Гортензия понимающе закивала.
– Да-да. Хотя, признаться, бабушка оставила тебе немного.
– И все же она заработала это своим трудом и своим умом, – заметила я.
С самого начала беседы Гортензия явно и неявно делала упор на собственный статус: долго и красочно рассказывала, как перестраивала имение; жаловалась, что устала от светских раутов и отвергла приглашение на юбилей какой-то герцогини, сетовала на ленивых слуг и прочее, прочее, прочее.
Она выглядела и держалась как настоящая аристократка, но я-то знала, что эта увешанная драгоценностями и одетая в шелка дама родилась в семье лавочника.
Но мысли занимало другое – с первой минуты я следила за каждым ее жестом и взглядом – не заподозрила ли Гортензия чего-то неладного?
Слава богам, пока ничто на это не указывало.

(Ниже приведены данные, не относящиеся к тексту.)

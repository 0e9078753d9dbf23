"""Stack-reflected coupling summed over one order per rotation orbit (normal incidence).

References: the lattice's point group (a square lattice is invariant under rotations by
pi/2, a hexagonal one by pi/3, every Bravais lattice by pi; Ashcroft & Mermin, Solid State
Physics (1976) ch. 7); the orthogonality of the characters of the cyclic group C_n,
sum_k exp(2 pi i k q / n) = n [q = 0 mod n] (Tinkham, Group Theory and Quantum Mechanics
(1964) §3-4), which gives the selection m_a = m_b (mod n) of the folded sum. The folded
solve is compared with the sum over every order (the same model without the fold).
"""

import autograd.numpy as anp
import numpy as np
import pytest

import chiropt.multipole.solve as msolve
from chiropt.design import design_from_dict
from chiropt.lattice.bravais import Lattice
from chiropt.lattice.orders import order_indices
from chiropt.lattice.symmetry import order_orbits, rotation_order
from chiropt.multipole.tmatrix import design_particles, stack_tmatrices
from chiropt.sensitivity import compute_quantities, value_and_gradient
from chiropt.structure import build_structure

LATTICES = {
    "square": ({"kind": "square", "period_nm": 420.0}, 4),
    "hexagonal": ({"kind": "hexagonal", "period_nm": 450.0}, 6),
    "rectangular": ({"kind": "rectangular", "period_nm": [430.0, 380.0]}, 2),
    "oblique": ({"kind": "oblique", "period_nm": [440.0, 400.0], "angle_deg": 72.0}, 2),
}


def _rotate(v, n):
    c, s = np.cos(2 * np.pi / n), np.sin(2 * np.pi / n)
    return np.array([[c, -s], [s, c]]) @ v


@pytest.mark.parametrize("lattice, n", [
    (Lattice.square(400e-9), 4), (Lattice.hexagonal(400e-9), 6),
    (Lattice.rectangular(400e-9, 300e-9), 2), (Lattice.oblique(400e-9, 350e-9, 1.2), 2)])
def test_rotation_order_maps_reciprocal_lattice_onto_itself(lattice, n):
    # Ashcroft & Mermin ch. 7: the largest rotation of each lattice's point group
    got, M = rotation_order(lattice)
    assert got == n
    b1, b2 = (np.asarray(b, float) for b in lattice.reciprocal())
    B = np.stack([b1, b2], axis=1)                                  # columns b1, b2
    for j, b in enumerate((b1, b2)):
        np.testing.assert_allclose(_rotate(b, n), B @ M[:, j], atol=1e-9 * np.linalg.norm(b))


@pytest.mark.parametrize("lattice", [Lattice.square(400e-9), Lattice.hexagonal(400e-9),
                                     Lattice.oblique(400e-9, 350e-9, 1.2)])
def test_orbits_partition_a_rotation_invariant_order_set(lattice):
    # common practice, no source: a disc of orders is a union of whole orbits of n members
    n, M = rotation_order(lattice)
    mn = np.asarray(order_indices(lattice, 12 * 2 * np.pi / 400e-9))[1:]   # without (0, 0)
    reps = order_orbits(mn, n, M)
    assert reps is not None and len(reps) * n == len(mn)
    members = {tuple(x) for x in mn}
    seen = set()
    for r in reps:
        orbit = {tuple(np.linalg.matrix_power(M, k) @ mn[r]) for k in range(n)}
        assert len(orbit) == n and orbit <= members and not (orbit & seen)
        seen |= orbit
    assert seen == members
    # a set cut across an orbit is refused (the caller then sums every order)
    assert order_orbits(mn[:-1], n, M) is None


def _design(lattice, *, polar=0.0, layers=(), lmax=3):
    return design_from_dict({
        "lattice": lattice,
        "particles": [{"radius_nm": 85.0, "material": {"n": 3.6, "k": 0.01}}],
        "substrate": {"material": {"n": 1.46}}, "layers": list(layers), "gap_nm": 4.0,
        "region": {"kind": "plane", "height_nm": 10.0},
        "illumination": {"wavelength_nm": [640.0, 710.0], "polar_deg": polar},
        "model": {"lmax": lmax, "tolerance": 1e-8}})


def _solve(design, lmax):
    st = build_structure(design)
    T = stack_tmatrices(design_particles(design), st.k, lmax)
    return msolve.solve_multipole(st, T, lmax, g_max=None, trim=True)


def _unfolded(monkeypatch):
    monkeypatch.setattr(msolve, "_fold_reflected_orders",
                        lambda st, mn, keep, N: (mn, 1, None, None))


@pytest.mark.parametrize("kind", list(LATTICES))
@pytest.mark.parametrize("layers", [(), ({"material": {"n": 2.0}, "thickness_nm": 60.0},)])
def test_folded_solve_equals_the_sum_over_every_order(kind, layers, monkeypatch):
    lattice, n = LATTICES[kind]
    design = _design(lattice, layers=layers)
    st = build_structure(design)
    mn = order_indices(st.lattice, msolve._reflected_orders_radius(st, 3))
    keep = len(order_indices(st.lattice, msolve.orders_radius(st)))
    folded_mn, fold, gram, mult = msolve._fold_reflected_orders(st, mn, keep, 1)
    assert fold == n and len(folded_mn) == keep + (len(mn) - keep) // n   # the fold is used
    assert len(mn) > 1.5 * keep
    assert len(gram) == 1 + (len(mn) - 1) // n and mult.sum() == len(mn)
    sol = _solve(design, 3)
    _unfolded(monkeypatch)
    ref = _solve(design, 3)
    for a, b in ((sol.coefficients, ref.coefficients), (sol.exciting, ref.exciting),
                 (sol.up_sp, ref.up_sp), (sol.exit_sp, ref.exit_sp)):
        a, b = np.asarray(a), np.asarray(b)
        assert a.shape == b.shape
        assert np.max(np.abs(a - b)) < 1e-12 * np.max(np.abs(b))


def test_no_fold_off_normal_incidence_or_with_two_particles():
    # the orbit's orders differ in weight once the Bloch vector is not zero
    st = build_structure(_design(LATTICES["square"][0], polar=5.0))
    mn = order_indices(st.lattice, msolve._reflected_orders_radius(st, 3))
    keep = len(order_indices(st.lattice, msolve.orders_radius(st)))
    assert msolve._fold_reflected_orders(st, mn, keep, 1)[1] == 1
    st0 = build_structure(_design(LATTICES["square"][0]))
    assert msolve._fold_reflected_orders(st0, mn, keep, 2)[1] == 1


@pytest.mark.parametrize("kind", ["square", "rectangular"])
def test_folded_gradient_equals_the_unfolded_one(kind, monkeypatch):
    # the rectangular lattice keeps only G -> -G for every (px, py): its derivatives along
    # both periods are those of the full sum (common practice, no source)
    design = _design(LATTICES[kind][0], lmax=2)
    paths = [p for p in design.parameters() if p.startswith(("lattice.", "particles[0].r"))]

    def objective(q):
        return anp.sum(q["g"]) + 0.3 * anp.sum(q["u"]) - 0.2 * anp.sum(q["docp+1"])

    folds = []
    original = msolve._fold_reflected_orders

    def spy(st, mn, keep, N):
        out = original(st, mn, keep, N)
        folds.append(out[1])
        return out

    monkeypatch.setattr(msolve, "_fold_reflected_orders", spy)
    sens = value_and_gradient(design, objective, paths)
    values = compute_quantities(design)
    assert folds and all(f == LATTICES[kind][1] for f in folds)   # the fold is in use
    _unfolded(monkeypatch)
    ref = value_and_gradient(design, objective, paths)
    assert abs(sens.value - ref.value) < 1e-12 * abs(ref.value)
    assert np.max(np.abs(np.asarray(values["g"]) - np.asarray(compute_quantities(design)["g"]))
                  ) < 1e-12
    for p in paths:
        a, b = np.asarray(sens.gradient[p], float), np.asarray(ref.gradient[p], float)
        assert np.max(np.abs(a - b)) <= 1e-10 * max(np.max(np.abs(b)), 1e-30), p


@pytest.mark.parametrize("lattice, n", [
    (Lattice.square(420e-9), 4), (Lattice.hexagonal(450e-9), 6),
    (Lattice.rectangular(430e-9, 380e-9), 2), (Lattice.oblique(440e-9, 400e-9, 1.25), 2)])
def test_folded_lattice_sums_equal_the_sums_over_every_term(lattice, n, monkeypatch):
    # D_pM at zero Bloch vector and zero displacement: every orbit of the rotation gives
    # n [M = 0 mod n] times one member's term (Tinkham §3-4); the unfolded sums (every
    # order and lattice point) are the reference, values and derivatives along k and the
    # lattice (its length, or both vectors of a free lattice)
    from autograd import jacobian

    import chiropt.multipole.latticesums as ls

    k = 2 * np.pi / np.array([640e-9, 700e-9, 760e-9])
    kpar, d = np.zeros((3, 2)), np.zeros((1, 3))
    calls = []
    original = ls._sum_fold
    monkeypatch.setattr(ls, "_sum_fold", lambda *a: calls.append(1) or original(*a))

    def sums(scale):
        lat = (Lattice.of_shape(lattice.length * scale, lattice.shape) if lattice.shape
               else Lattice(lattice.a1 * scale, lattice.a2 * scale))
        return ls.lattice_sums(k * scale, kpar, lat, d, 6, tol=1e-11)

    def parts(scale):
        v = sums(scale)
        return anp.stack([anp.real(v), anp.imag(v)])

    D, J = sums(1.0), jacobian(parts)(1.0)
    ms = np.array([m for p in range(7) for m in range(-p, p + 1)])
    assert calls and np.all(np.asarray(D)[..., ms % n != 0] == 0)   # the fold is in use
    monkeypatch.setattr(ls, "_sum_fold", lambda *a: None)
    D0, J0 = sums(1.0), jacobian(parts)(1.0)
    assert np.max(np.abs(D - D0)) < 1e-12 * np.max(np.abs(D0))
    assert np.max(np.abs(J - J0)) < 1e-10 * np.max(np.abs(J0))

Я боялась «проколоться» на каком-нибудь безобидном вопросе, но, на мое счастье, Гортензию не интересовало прошлое – с куда большем удовольствием она рассказывала о собственной жизни.
– Найти подходящую партию, дело, требующее не меньшего ума, чем ведение бизнеса, – парировала тетушка. – Ты всегда была умной, но этого почему-то не понимала. Разве в столице не нашлось достойных кандидатов?
– Зависит от того, какое значение вкладывать в это слово. Для меня прежде всего важно, чтобы человек был порядочным и надежным. И, конечно, уважал меня.
– И много ли здесь таких?
– Хотите узнать, есть ли у меня избранник?
– И это в том числе. – Гортензия поставила чашку на стол. – Знаешь ли ты, зачем я здесь?
Я улыбнулась.
– Чтение мыслей мне неподвластно.
Виконтесса проигнорировала шутку.
– Я объезжаю всех родственников: ближних и дальних.
– Чтобы укрепить родственные узы?
– Чтобы решить, кому завещать все имущество, когда Светлой Матери будет угодно призвать меня.